Larkin, el poeta inglés de la posguerra

Cuando menos lo pensábamos, llegó el Brexit inglés a recordarnos qué complejas son a veces las relaciones interculturales y sus discursos. Las tiranteces no solo vienen del idioma, ni de las conductas, sino que se anclan en unas constantes históricas difíciles de salvar del fuego del desprecio hacia el otro. Esta defensa de la propia identidad sobre la ajena no es nueva ni tampoco exclusiva de ningún pueblo o raza: es algo que el ser humano lleva consigo desde que se erigió como un ser netamente territorial. Es esa autoafirmación a partir de las diferencias con nuestros vecinos lo que nos hace especialmente orgullosos, tanto de nuestras virtudes como de nuestros defectos, que se disfrazan de palabras tan vagas como carácter o idiosincrasia.
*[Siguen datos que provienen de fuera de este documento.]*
import type { z } from 'zod';
import type { StudyIssue } from '../contract/requests';
import { MOST_ISSUES } from './json-text';
import { nearest } from './nearest';
import { type Path, placeOf } from './place';
import type { IssueParams } from './schema-fields';

/**
 * Puts what a schema found into plain words: place, what is wrong with which value, line, and what to do; at most
 * `MOST_ISSUES` of them.
 *
 * @param value - what the schema was given
 * @param lineOf - line of a path in the file
 */
export function explainIssues(
  issues: readonly z.core.$ZodIssue[],
  value: unknown,
  lineOf: (path: Path) => number,
): readonly StudyIssue[] {
  const explained = issues
    .slice(0, MOST_ISSUES)
    .map((issue) => explain(issue, issue.path as Path, value, lineOf));
  // a misspelt key is one mistake, not also a missing one
  const meant = new Set(explained.map(({ meantPlace }) => meantPlace));
  return explained
    .filter(({ issue }) => !(issue.code === 'study.missing' && meant.has(issue.place)))
    .map(({ issue }) => issue);
}

interface Explained {
  readonly issue: StudyIssue;
  /** place of the key that a misspelt one was meant to be */
  readonly meantPlace?: string;
}

function explain(
  issue: z.core.$ZodIssue,
  path: Path,
  root: unknown,
  lineOf: (path: Path) => number,
): Explained {
  const place = placeOf(path);
  const line = `(line ${lineOf(path)})`;
  const value = path.reduce<unknown>(
    (object, key) => (object as Record<string | number, unknown>)[key],
    root,
  );
  const params = issue.code === 'custom' ? (issue.params as IssueParams | undefined) : undefined;
  if (value === undefined) {
    const remedy = `Add it: it ${issue.message}.`;
    return { issue: { code: 'study.missing', place, message: `${place} is missing ${line}.`, remedy } };
  }
  if (params?.code === 'study.unknownKey') {
    const meant = nearest(String(path.at(-1)), params.known);
    const remedy = meant
      ? `Write “${meant}” if that is meant, or remove it.`
      : `Remove it; possible here: ${params.known.join(', ')}.`;
    const message = `${place} is not a key of a study ${line}.`;
    return {
      issue: { code: params.code, place, message, remedy },
      ...(meant ? { meantPlace: placeOf([...path.slice(0, -1), meant]) } : {}),
    };
  }
  if (params?.code === 'level.unknown' && typeof value === 'string') {
    const meant = nearest(value, params.known);
    const remedy = meant ? `Write "${meant}" if that is meant.` : `Choose from ${params.known.join(', ')}.`;
    return {
      issue: { code: params.code, place, message: `There is no level ${show(value)} ${line}.`, remedy },
    };
  }
  const message = `${place || 'The study'} ${issue.message}; it is ${show(value)} ${line}.`;
  return { issue: { code: 'study.value', place, message, remedy: 'Change the value there.' } };
}

/** A value short enough for a sentence. */
function show(value: unknown): string {
  const text = JSON.stringify(value);
  return text.length <= 60 ? text : `${text.slice(0, 57)}…`;
}
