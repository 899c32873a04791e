import { describe, expect, it } from 'vitest';
import { KernelMemory } from '../../../engine/kernels/kernel-memory';
import { productIn } from '../../../engine/kernels/matrix-product';
import { DividedTridiagonal } from '../../../engine/linear-algebra/divide-and-conquer';

/** Values with their vectors, and the largest errors of T·v = λ·v and of vᵀ·w = δ. */
function solve(diagonal: number[], offDiagonal: number[]) {
  const n = diagonal.length;
  const memory = new KernelMemory();
  const values = Float64Array.from(diagonal);
  const couplings = Float64Array.from([0, ...offDiagonal]);
  const { view: vectors } = new DividedTridiagonal(values, couplings, memory, productIn(memory)).solve();
  let residual = 0;
  let overlap = 0;
  for (let k = 0; k < n; k++) {
    const v = vectors.subarray(k * n, (k + 1) * n);
    for (let i = 0; i < n; i++) {
      const left = i > 0 ? couplings[i] * v[i - 1] : 0;
      const right = i < n - 1 ? couplings[i + 1] * v[i + 1] : 0;
      residual = Math.max(residual, Math.abs(left + (diagonal[i] - values[k]) * v[i] + right));
    }
    for (let l = 0; l <= k; l++) {
      let sum = k === l ? -1 : 0;
      for (let i = 0; i < n; i++) sum += v[i] * vectors[l * n + i];
      overlap = Math.max(overlap, Math.abs(sum));
    }
  }
  return { values: values.slice().sort(), residual, overlap };
}

const constant = (length: number, value: number) => Array.from({ length }, () => value);

describe('DividedTridiagonal', () => {
  it.each([1, 16, 17, 64, 101])(
    'identity: second differences have the values 2 − 2cos(kπ/(n+1)), n = %i',
    (n) => {
      const { values, residual, overlap } = solve(constant(n, 2), constant(n - 1, -1));
      values.forEach((value, k) => {
        expect(Math.abs(value - (2 - 2 * Math.cos(((k + 1) * Math.PI) / (n + 1))))).toBeLessThan(1e-14);
      });
      expect(residual).toBeLessThan(2e-14);
      expect(overlap).toBeLessThan(1e-14);
    },
  );

  it('identity: Wilkinson’s W101+, whose values agree in pairs to the last digit', () => {
    const diagonal = Array.from({ length: 101 }, (_, i) => Math.abs(i - 50));
    const { values, residual, overlap } = solve(diagonal, constant(100, 1));
    expect(values[100] - values[99]).toBeLessThan(1e-13);
    expect(residual).toBeLessThan(1e-13);
    expect(overlap).toBeLessThan(1e-14);
  });

  it('identity: couplings of zero, also where it is divided, leave the diagonal as the values', () => {
    const diagonal = Array.from({ length: 40 }, (_, i) => (i * 17) % 40);
    const { values, residual, overlap } = solve(diagonal, constant(39, 0));
    expect(Array.from(values)).toEqual(diagonal.slice().sort((a, b) => a - b));
    expect(residual).toBe(0);
    expect(overlap).toBe(0);
  });

  it('identity: couplings that grow by 18 decades leave residuals of the size of the largest', () => {
    const n = 60;
    const couplings = Array.from({ length: n - 1 }, (_, i) => 10 ** (-18 + (18 * i) / (n - 2)));
    const { residual, overlap } = solve(constant(n, 0), couplings);
    expect(residual).toBeLessThan(1e-14);
    expect(overlap).toBeLessThan(1e-14);
  });
});
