import type { StudyAtom, StudyMolecule } from '#engine';

/**
 * Order of the elements in formulas, from the one written first: nitrogen hydride is NH₃, oxygen hydride H₂O.
 *
 * Source: IUPAC, Nomenclature of Inorganic Chemistry (2005), Table VI, from its end; carbon compounds follow the
 * older custom of C, then H (HCN becomes CHN).
 */
const WRITING_ORDER = 'He Ne Ar Na Li Mg Be Al B Si C P N H S O Cl F'.split(' ');

/** A chemical formula with subscripts, charge and named isotopes: H₂O, HeH⁺, D₂O, ¹³CO. Ghosts are left out. */
export function formula({ atoms, charge = 0 }: Pick<StudyMolecule, 'atoms' | 'charge'>): string {
  const counts = new Map<string, { readonly atom: StudyAtom; count: number }>();
  for (const atom of atoms) {
    if (atom.ghost) continue;
    const label = atomLabel(atom);
    const entry = counts.get(label);
    if (entry) entry.count++;
    else counts.set(label, { atom, count: 1 });
  }
  const hasCarbon = atoms.some((atom) => atom.element === 'C' && !atom.ghost);
  const isHydroxide = counts.size === 2 && [...counts.values()].every(({ count }) => count === 1);
  const rank = ({ element }: StudyAtom) => {
    if (element === 'H' && hasCarbon) return WRITING_ORDER.indexOf('C') + 0.5;
    // OH and SH are written the other way round than H₂O and H₂S
    if (
      element === 'H' &&
      isHydroxide &&
      atoms.some((atom) => atom.element === 'O' || atom.element === 'S')
    ) {
      return WRITING_ORDER.length;
    }
    const index = WRITING_ORDER.indexOf(element);
    return index < 0 ? WRITING_ORDER.length : index;
  };
  const body = [...counts]
    .sort(([, a], [, b]) => rank(a.atom) - rank(b.atom) || (a.atom.isotope ?? 0) - (b.atom.isotope ?? 0))
    .map(([label, { count }]) => label + (count === 1 ? '' : digits(count, SUBSCRIPTS)))
    .join('');
  if (charge === 0) return body;
  const size = Math.abs(charge) === 1 ? '' : digits(Math.abs(charge), SUPERSCRIPTS);
  return `${body}${size}${charge > 0 ? '⁺' : '⁻'}`;
}

/** An atom as in formulas and bond names: D and T for hydrogen's isotopes, a raised mass number for others. */
export function atomLabel({ element, isotope }: StudyAtom): string {
  if (isotope === undefined || (element === 'H' && isotope === 1)) return element;
  if (element === 'H' && isotope === 2) return 'D';
  if (element === 'H' && isotope === 3) return 'T';
  return digits(isotope, SUPERSCRIPTS) + element;
}

const SUBSCRIPTS = '₀₁₂₃₄₅₆₇₈₉';
const SUPERSCRIPTS = '⁰¹²³⁴⁵⁶⁷⁸⁹';

function digits(value: number, alphabet: string): string {
  return String(value).replace(/\d/g, (digit) => alphabet.charAt(Number(digit)));
}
Pero la cultura supo salir de semejante encerrona simplista y desarrolló ese agudo sentido, llamado pensamiento crítico, para no dejar pasar la oportunidad de cuestionar aquello que nosotros vemos como orgullo patrio, y que no es más que otra tapadera que a veces usan los radicales para imponer su principio oligárquico de orden. ¡Vete tú a saber!
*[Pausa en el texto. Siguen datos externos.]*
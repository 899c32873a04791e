import { parse as parseTree, type ValueNode } from '@humanwhocodes/momoa';
import type { StudyIssue } from '../contract/requests';
import { findBrackets, findBrokenText, syntaxIssue } from './json-syntax';
import { type Path, placeOf } from './place';

export type JsonReading =
  | {
      readonly ok: true;
      readonly value: unknown;
      /** line on which the value at a path, or else the nearest thing around it, begins; counted from 1 */
      readonly lineOf: (path: Path) => number;
    }
  | { readonly ok: false; readonly issues: readonly StudyIssue[] };

/** Longest text read, in characters: a study with 10 000 listed values and a basis set takes a quarter of it. */
export const LONGEST_TEXT = 1_000_000;

/** Deepest nesting read; a study needs eight. Keeps the recursion of the parser bounded. */
const DEEPEST_NESTING = 64;

/** More issues than this help nobody. */
export const MOST_ISSUES = 50;

/** Keys that would reach into the objects of the program itself. */
const FORBIDDEN_KEYS: ReadonlySet<string> = new Set(['__proto__', 'constructor', 'prototype']);

/**
 * Reads strict JSON so that nothing is lost silently: a key given twice, a number beyond the range of a double or
 * a key such as `__proto__` is an issue, and every value keeps its line. All issues of a well-formed text are
 * collected; of an ill-formed one only the first can be known.
 */
export function readJson(text: string): JsonReading {
  if (text.length > LONGEST_TEXT) {
    return refuse(
      'json.tooLarge',
      `The text is ${(text.length / 1e6).toPrecision(3)} million characters long; at most ${LONGEST_TEXT / 1e6} million are read.`,
      'A study is a small file: check that this is the right one.',
    );
  }
  // editors on Windows may put a byte-order mark in front
  const json = text.startsWith('\uFEFF') ? text.slice(1) : text;
  const brackets = findBrackets(json);
  if (brackets.deepest > DEEPEST_NESTING) {
    return refuse(
      'json.tooDeep',
      `Brackets are nested ${brackets.deepest} deep.`,
      'A study needs no more than eight levels: check that this is the right file.',
    );
  }
  let root: ValueNode;
  try {
    root = parseTree(json, { mode: 'json' }).body;
  } catch {
    return { ok: false, issues: [syntaxIssue(json, brackets.unclosed)] };
  }
  const lines = new Map<string, number>();
  const broken = findBrokenText(json);
  const issues = broken ? [broken] : [];
  const value = readValue(root, [], lines, issues);
  if (issues.length > 0) return { ok: false, issues: issues.slice(0, MOST_ISSUES) };
  const lineOf = (path: Path): number =>
    lines.get(placeOf(path)) ?? (path.length > 0 ? lineOf(path.slice(0, -1)) : 1);
  return { ok: true, value, lineOf };
}

function refuse(code: string, message: string, remedy: string): JsonReading {
  return { ok: false, issues: [{ code, place: '', message, remedy }] };
}

function readValue(node: ValueNode, path: Path, lines: Map<string, number>, issues: StudyIssue[]): unknown {
  const { line } = node.loc.start;
  const place = placeOf(path);
  if (!lines.has(place)) lines.set(place, line);
  switch (node.type) {
    case 'Array':
      return node.elements.map((element, index) => readValue(element.value, [...path, index], lines, issues));
    case 'Object': {
      const object: Record<string, unknown> = {};
      for (const { name, value } of node.members) {
        const key = name.type === 'String' ? name.value : name.name;
        const keyPath = [...path, key];
        const keyLine = name.loc.start.line;
        if (FORBIDDEN_KEYS.has(key)) {
          issues.push({
            code: 'json.forbiddenKey',
            place: placeOf(keyPath),
            message: `The key “${key}” is not allowed (line ${keyLine}).`,
            remedy: 'Remove it.',
          });
        } else if (Object.hasOwn(object, key)) {
          issues.push({
            code: 'json.duplicateKey',
            place: placeOf(keyPath),
            message: `${placeOf(keyPath)} is given twice (lines ${lines.get(placeOf(keyPath))} and ${keyLine}).`,
            remedy: 'Keep one of them.',
          });
        } else {
          lines.set(placeOf(keyPath), keyLine);
          object[key] = readValue(value, keyPath, lines, issues);
        }
      }
      return object;
    }
    case 'Number':
      if (!Number.isFinite(node.value)) {
        issues.push({
          code: 'json.number',
          place,
          message: `${place || 'The number'} is too large (line ${line}).`,
          remedy: 'Give a number below 1.8e308.',
        });
      }
      return node.value;
    case 'Null':
      return null;
    case 'String':
    case 'Boolean':
      return node.value;
    default:
      // NaN and Infinity, which strict JSON does not have
      throw new TypeError(`not JSON: ${node.type}`);
  }
}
Por eso, lo que realmente hace de Philip Larkin un poeta especial es precisamente su capacidad de autocrítica, de escindirse de la unión que es a veces la mediocridad llevada al número: lo hace desde la disidencia ideológica de la propia burguesía inglesa de mediados del siglo pasado, burlándose de sus principios morales, de sus conductas, de sus costumbres, tan bien diseñadas sobre un modelo social vacío pese a todo, pues su engaño estribaba precisamente en eso, en mostrar solo la escasa virtud de una idiosincrasia burguesa que buscaba sentirse especial, distinguida, diferente. Y la selección llevada a cabo, además de su acertada traducción, a cargo de Damià Alou, no puede más que celebrarse como una de las imprescindibles ediciones críticas que la célebre editorial Cátedra acaba de publicar con esmero y sencillez, que es siempre una fórmula difícil de combinar ajustadamente. Y lo adereza, además, con un total de veinte poemas inéditos en español, que abren nuevas vías de lectura del agudo poeta británico.
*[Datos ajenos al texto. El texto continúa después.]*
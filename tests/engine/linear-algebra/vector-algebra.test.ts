import { Worker } from 'node:worker_threads';
import fc from 'fast-check';
import { describe, expect, it } from 'vitest';
import { HELPER_FILE } from '../../../app/calculation/program';
import { KernelMemory } from '../../../engine/kernels/kernel-memory';
import { acceptHelpers, allowHelpers, helpedTasks } from '../../../engine/kernels/thread-team';
import { KernelVectors } from '../../../engine/linear-algebra/kernel-vectors';
import { plainVectors, type VectorAlgebra } from '../../../engine/linear-algebra/vector-algebra';
import { randomArray, seededRandom } from '../../support/random';

const sizes = fc.record({
  // around the borders of vectors of two, chunks and tasks
  dimension: fc.constantFrom(1, 2, 3, 7, 511, 1024, 1025, 5000, 16383, 16384, 16385, 33001),
  count: fc.integer({ min: 1, max: 10 }),
  own: fc.constantFrom(0, 1, -0.7),
  seed: fc.nat(10_000),
});

function takeRandom(algebra: VectorAlgebra, dimension: number, seed: number): Float64Array {
  const vector = algebra.take(dimension);
  vector.set(randomArray(dimension, seededRandom(seed)));
  return vector;
}

/** All that an algebra makes of the same random vectors. */
function results(algebra: VectorAlgebra, dimension: number, count: number, own: number, seed: number) {
  const vectors = Array.from({ length: count }, (_, k) => takeRandom(algebra, dimension, seed + k));
  const target = takeRandom(algebra, dimension, seed + count);
  // what stands in a target of which nothing is kept must not matter
  if (own === 0) target.fill(Number.NaN);
  const factors = randomArray(count, seededRandom(seed));
  const square = algebra.combine(target, own, vectors, factors);
  const dots = algebra.dots(vectors, target);
  const columns = Math.ceil(count / 2);
  algebra.rotate(vectors, randomArray(count * columns, seededRandom(seed + 1)), columns);
  const numbers = [Float64Array.of(square), dots, target.slice(), ...vectors.map((vector) => vector.slice())];
  for (const vector of [...vectors, target]) algebra.giveBack(vector);
  return numbers;
}

/** Largest difference, relative to the length of what it stands in and of the vectors behind it. */
function deviation(left: readonly Float64Array[], right: readonly Float64Array[], dimension: number): number {
  let largest = 0;
  left.forEach((numbers, k) => {
    const scale = Math.max(...numbers.map(Math.abs), k < 2 ? dimension : 1);
    numbers.forEach((value, i) => {
      const difference = Math.abs(value - right[k][i]) / scale;
      // not a number must not pass
      if (!(difference <= largest)) largest = difference;
    });
  });
  return largest;
}

/** Numbers that are not the same. */
function differences(left: readonly Float64Array[], right: readonly Float64Array[]): number {
  return left.reduce(
    (sum, numbers, k) => sum + numbers.filter((value, i) => !Object.is(value, right[k][i])).length,
    0,
  );
}

describe('KernelVectors', () => {
  it('independent: combinations, scalar products and rotations are those of plain TypeScript, for any lengths and counts', () => {
    const kernels = new KernelVectors(new KernelMemory(), 33001, 11);
    fc.assert(
      fc.property(sizes, ({ dimension, count, own, seed }) => {
        const fast = results(kernels, dimension, count, own, seed);
        const plain = results(plainVectors, dimension, count, own, seed);
        expect(deviation(fast, plain, dimension)).toBeLessThan(1e-11);
      }),
      { seed: 21, numRuns: 40 },
    );
  });

  it('identity: vectors given back are taken again, and one from elsewhere is handled too', () => {
    const memory = new KernelMemory();
    const kernels = new KernelVectors(memory, 100, 3);
    const first = takeRandom(kernels, 100, 1);
    const outside = randomArray(100, seededRandom(2));
    const expected = plainVectors.dots([first.slice()], outside);
    expect(kernels.dots([first], outside)).toEqual(expected);
    const place = first.byteOffset;
    kernels.giveBack(first);
    kernels.giveBack(outside);
    expect(kernels.take(50).byteOffset).toBe(place);
    expect(kernels.take(100).byteOffset).not.toBe(place);
  });

  it('identity: long vectors beyond what fits stand outside, and leave room for two copies of them', () => {
    const memory = new KernelMemory();
    const gibibyte = 2 ** 27;
    const kernels = new KernelVectors(memory, gibibyte, 4);
    const vectors = [1, 2].map((seed) => takeRandom(kernels, 1000, seed));
    expect(vectors.map((vector) => memory.addressOf(vector) !== undefined)).toEqual([true, false]);
    const expected = plainVectors.dots([vectors[1]], vectors[0].slice());
    expect(kernels.dots([vectors[1]], vectors[0])).toEqual(expected);
    const all = new KernelVectors(new KernelMemory(), gibibyte, 3);
    expect([1, 2, 3].every(() => all.take(10).buffer instanceof SharedArrayBuffer)).toBe(true);
  });

  it('independent: work shared among three threads gives the same, to the last bit', async () => {
    const dimension = 220_001;
    const alone = results(new KernelVectors(new KernelMemory(), dimension, 5), dimension, 3, -0.3, 5);
    const helpers: Worker[] = [];
    let shared: SharedArrayBuffer | undefined;
    acceptHelpers({
      most: 2,
      start: (memory, control) => {
        shared = control;
        for (const helper of [0, 1]) {
          helpers.push(new Worker(HELPER_FILE, { workerData: { memory, control, helper } }));
        }
      },
    });
    try {
      const together = new KernelVectors(new KernelMemory(), dimension, 5);
      expect(differences(results(together, dimension, 3, -0.3, 5), alone)).toBe(0);
      allowHelpers(shared!, 2);
      await Promise.all(helpers.map((helper) => new Promise((resolve) => helper.once('online', resolve))));
      const vector = takeRandom(together, dimension, 1);
      // the first passes may be over before the helpers have looked
      for (let pass = 0; pass < 5000 && helpedTasks(shared!) === 0; pass++) together.dots([vector], vector);
      expect(differences(results(together, dimension, 3, -0.3, 5), alone)).toBe(0);
      expect(helpedTasks(shared!)).toBeGreaterThan(0);
    } finally {
      await Promise.all(helpers.map((helper) => helper.terminate()));
      acceptHelpers({ most: 0, start: () => undefined });
    }
  });
});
Larkin no fue una voz disidente desde la mirada airada del inferior: muy al contrario, se encuadra dentro de esa corriente burguesa anglosajona, tirante y ácida, que mostró con humor los sinsentidos de ciertos hábitos sociales y culturales tan en boga como absurdos en su ser. Así que la ironía iba a ser su arma más letal para tratar tantos asuntos serios, profundos y existenciales. Pero eso tampoco significa un exceso de intelectualismo o de sentido lúdico de la poesía, más bien en Larkin ocurre todo lo contrario, pues lo emocional, la tristeza honda detrás de sus ingeniosas estampas, son finas pieles donde se deja entrever el desaliento de quien ve más diferencias con sus coetáneos que semejanzas y no lo hace desde el dandismo erudito, sino desde el firme convencimiento de sentirse cercado por todo menos por la divinidad. Sería una perfecta tragicomedia de la existencia aquello que sus versos acaban delatando como el motivo real de esa desconexión con los otros.

No se trata de un simple libro de poemas, traducido con mayor o menor éxito, sino de un testimonio vivo de cómo en la diferencia también cabe la soledad como trampa y que se podían decir las cosas de otro modo a como las habían formulado, por ejemplo, años antes Eliot, Auden o Pound. Ser trascedente desde lo más cotidiano iba a ser su coartada creativa, quizá su única manera de expresar que la experiencia de la vida no solo se sostiene de metáforas insospechadas, de gravedad de voz y de espíritu, sino también de la mirada más simple, capaz de detectar en las menudeces su detalle más glorioso, su trascendencia. Sí, podremos afirmar, tranquilamente, que al fin y al cabo esto es un tanto elitista, cargado de cierto aire pseudoaristocrático si se quiere, pero a estas alturas ¿a quién le sorprende esta actitud en un inglés? El libro, sin embargo, solamente puede unir por su adictiva calidad. Eso también lo tienen muchos poetas ingleses. Los buenos, claro.